Our drug has now just been initiated into its first phase 2 trial, just enrolling patients this month. It's part one of the phase 2 trial. Part 2, the larger phase 2 trial, will begin later this year. We've really gone right ahead into the end of the clinic because this mechanism of action is extremely safe. We've seen essentially...we've seen no toxicity at levels much higher than what we intend to use in the human in multiple species, including nonhuman primates. It appears to be extremely safe. Its mechanism of action seems fairly well proven, and it's got a very long duration. We've found this drug in the retinal pigment epithelium and the photoreceptor layer of the retina up to 28 plus days at essentially full dose, which suggests to us that we probably are looking at every 4-to-6-month dosing of this drug, if it all proves to be efficacious. It's very exciting and I'm excited to present it at CTS. I look forward to hearing more from our community, too, as we go forward.
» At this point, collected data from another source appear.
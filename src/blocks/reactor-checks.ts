import { dependentReactions } from '../chemistry/reaction-rows.ts';
import { nearest } from '../diagnostics/nearest.ts';
import type { KnownNames, SettingsFault } from './block.ts';
import type { EquilibriumReach, ReactionSetting } from './reaction-run.ts';

/** Faults in the reactions of a reactor that need the flowsheet's names. */
export function reactionFaults(
  reactions: Readonly<Record<string, ReactionSetting>>,
  known: KnownNames,
): SettingsFault[] {
  const names = Object.keys(reactions);
  if (names.length === 0) {
    return [
      {
        path: ['reactions'],
        code: 'missing-setting',
        what: 'The reactor runs no reaction.',
        why: 'a vessel without reaction changes nothing',
        mend: 'name at least one reaction, e.g. reactions: {synthesis: {approach: 10 K}}',
      },
    ];
  }
  return [...names.flatMap((name) => oneReaction(name, reactions[name], known)), ...sums(reactions, known)];
}

function oneReaction(name: string, setting: ReactionSetting, known: KnownNames): SettingsFault[] {
  const path = ['reactions', name];
  const reaction = known.reactions.find((one) => one.name === name);
  if (!reaction) {
    const all = known.reactions.map((one) => one.name);
    const near = nearest(name, all);
    return [
      {
        path,
        code: 'unknown-reaction',
        what: `There is no reaction "${name}" in this flowsheet.`,
        why: near ? `the nearest reaction is ${near}` : `the reactions are ${all.join(', ') || 'none'}`,
        mend: near ? `write ${near}` : 'add it under reactions',
      },
    ];
  }
  if (setting.conversion !== undefined && setting.approach !== undefined) {
    return [
      {
        path: [...path, 'approach'],
        code: 'too-many-settings',
        what: `Reaction ${name} has both a conversion and an approach.`,
        why: 'a reaction runs either to a set conversion or to equilibrium',
        mend: 'take one of them out',
      },
    ];
  }
  if (setting.fraction_of_equilibrium !== undefined && setting.conversion !== undefined) {
    return [
      {
        path: [...path, 'fraction_of_equilibrium'],
        code: 'too-many-settings',
        what: `Reaction ${name} has both a conversion and a fraction of equilibrium.`,
        why: 'a conversion is a share of the key reactant, a fraction of equilibrium a share of the way there',
        mend: 'take one of them out',
      },
    ];
  }
  const twice = reachedTwice(setting, `Reaction ${name}`, path);
  if (twice.length > 0) return twice;
  if (setting.conversion === undefined) {
    if (setting.of === undefined) return [];
    return [
      {
        path: [...path, 'of'],
        code: 'idle-setting',
        what: `Reaction ${name} names a key reactant but no conversion.`,
        why: '`of` says what a conversion refers to',
        mend: 'add conversion, or take `of` out to run to equilibrium',
      },
    ];
  }
  const reactants = known.components.filter((_, i) => reaction.coefficients[i] < 0).map((c) => c.id);
  if (setting.of !== undefined && reactants.includes(setting.of)) return [];
  return [
    {
      path: setting.of === undefined ? path : [...path, 'of'],
      code: setting.of === undefined ? 'missing-setting' : 'not-a-reactant',
      what:
        setting.of === undefined
          ? `The conversion of ${name} does not say what it refers to.`
          : `${setting.of} is not a reactant of ${name}.`,
      why: `the reactants of ${reaction.equation} are ${reactants.join(' and ')}`,
      mend: `write of: ${reactants[0]}`,
    },
  ];
}

/** A temperature approach and a fraction of equilibrium given together, for a reaction or a bed. */
export function reachedTwice(
  reach: EquilibriumReach,
  whose: string,
  path: readonly (string | number)[],
): SettingsFault[] {
  if (reach.approach === undefined || reach.fraction_of_equilibrium === undefined) return [];
  return [
    {
      path: [...path, 'fraction_of_equilibrium'],
      code: 'too-many-settings',
      what: `${whose} has both an approach and a fraction of equilibrium.`,
      why: 'each of them says how far equilibrium is reached',
      mend: 'take one of them out',
    },
  ];
}

/** Equilibria that are sums of others say nothing new, or contradict them. */
function sums(reactions: Readonly<Record<string, ReactionSetting>>, known: KnownNames): SettingsFault[] {
  const equilibria = known.reactions.filter(
    (one) => reactions[one.name] && reactions[one.name].conversion === undefined,
  );
  return dependentReactions(equilibria.map((one) => one.coefficients)).map(({ index }) => ({
    path: ['reactions', equilibria[index].name],
    code: 'dependent-reaction',
    what: `Equilibrium ${equilibria[index].name} is a sum of the other equilibria of this reactor.`,
    why: 'it follows from them, and with another constant or approach it would contradict them',
    mend: 'take it out; the others already carry it',
  }));
}
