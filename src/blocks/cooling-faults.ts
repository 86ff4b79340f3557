import type { BlockFault, SettingsFault } from './block.ts';
import type { CoolingSettings } from './cooling.ts';

/** A kelvin this far past an evaporator is rounding. */
const ROUNDING_K = 1e-6;

/** Faults of the cooling of a condenser that is to reach a temperature [K]; undefined where that is not known. */
export function coolingFaults(
  setting: CoolingSettings | undefined,
  outletK: number | undefined,
): SettingsFault[] {
  const levels = setting?.levels;
  if (!setting || !levels) return [];
  const waterReachK = setting.water + setting.approach;
  return [
    ...levels.flatMap((level, k): SettingsFault[] => {
      const path = ['cooling', 'levels', k];
      if (k > 0 && level >= levels[k - 1]) {
        return [
          {
            path,
            code: 'level-order',
            what: `The level at ${celsius(level)} stands behind the one at ${celsius(levels[k - 1])}, which is no warmer.`,
            why: 'the stream passes the chillers from the warmest to the coldest',
            mend: 'list the levels from warm to cold, each once',
          },
        ];
      }
      if (k === 0 && level + setting.approach >= waterReachK) {
        return [
          {
            path,
            code: 'idle-setting',
            what: `The level at ${celsius(level)} has nothing to do.`,
            why: `cooling water takes the stream down to ${celsius(waterReachK)}, which is as cold as this level would`,
            mend: 'take it out, or set it below the temperature of the water',
          },
        ];
      }
      return [];
    }),
    ...(outletK === undefined ? [] : coldFaults(setting, outletK)).map((fault) => ({
      path: ['temperature'],
      ...fault,
    })),
  ];
}

/** The fault of an outlet that no level reaches; none where the levels are left to Looptally. */
export function coldFaults(setting: CoolingSettings, outletK: number): BlockFault[] {
  const last = setting.levels?.at(-1);
  if (last === undefined || outletK >= last + setting.approach - ROUNDING_K) return [];
  const reached = celsius(last + setting.approach);
  return [
    {
      code: 'colder-than-refrigerant',
      what: `The outlet of ${celsius(outletK)} is colder than the coldest chiller level can make it.`,
      why: `that level evaporates at ${celsius(last)} and comes within ${setting.approach.toFixed(1)} K of the stream, which is ${reached}`,
      mend: `add a level at ${celsius(outletK - setting.approach)} or below, or let the outlet be ${reached} or warmer`,
    },
  ];
}

function celsius(T: number): string {
  return `${(T - 273.15).toFixed(1)} degC`;
}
Stevenson: Such a fascinating research topic. What are the key takeaways for the clinician and their patients?
Hassan: We think more is coming. The key takeaway is that complement inhibition has been a wonderful addition to our armamentarium to try to stop the progression of geographic atrophy. It seems as though the majority of that story is still yet to be written and complement inhibition has gotten fairly consistent, good results to this point. It may ultimately represent the minority of what we're trying to get done to actually control this disease.
We may be looking at the areas that are actually attacking the retinal tissue and the photoreceptor layer, specifically, the RPE of the macrophages, that we can maybe pick up a whole lot of that extra 75% that doesn't seem to be reduced with what we currently have. The potential to put dry AMD and geographic atrophy into remission may actually be there.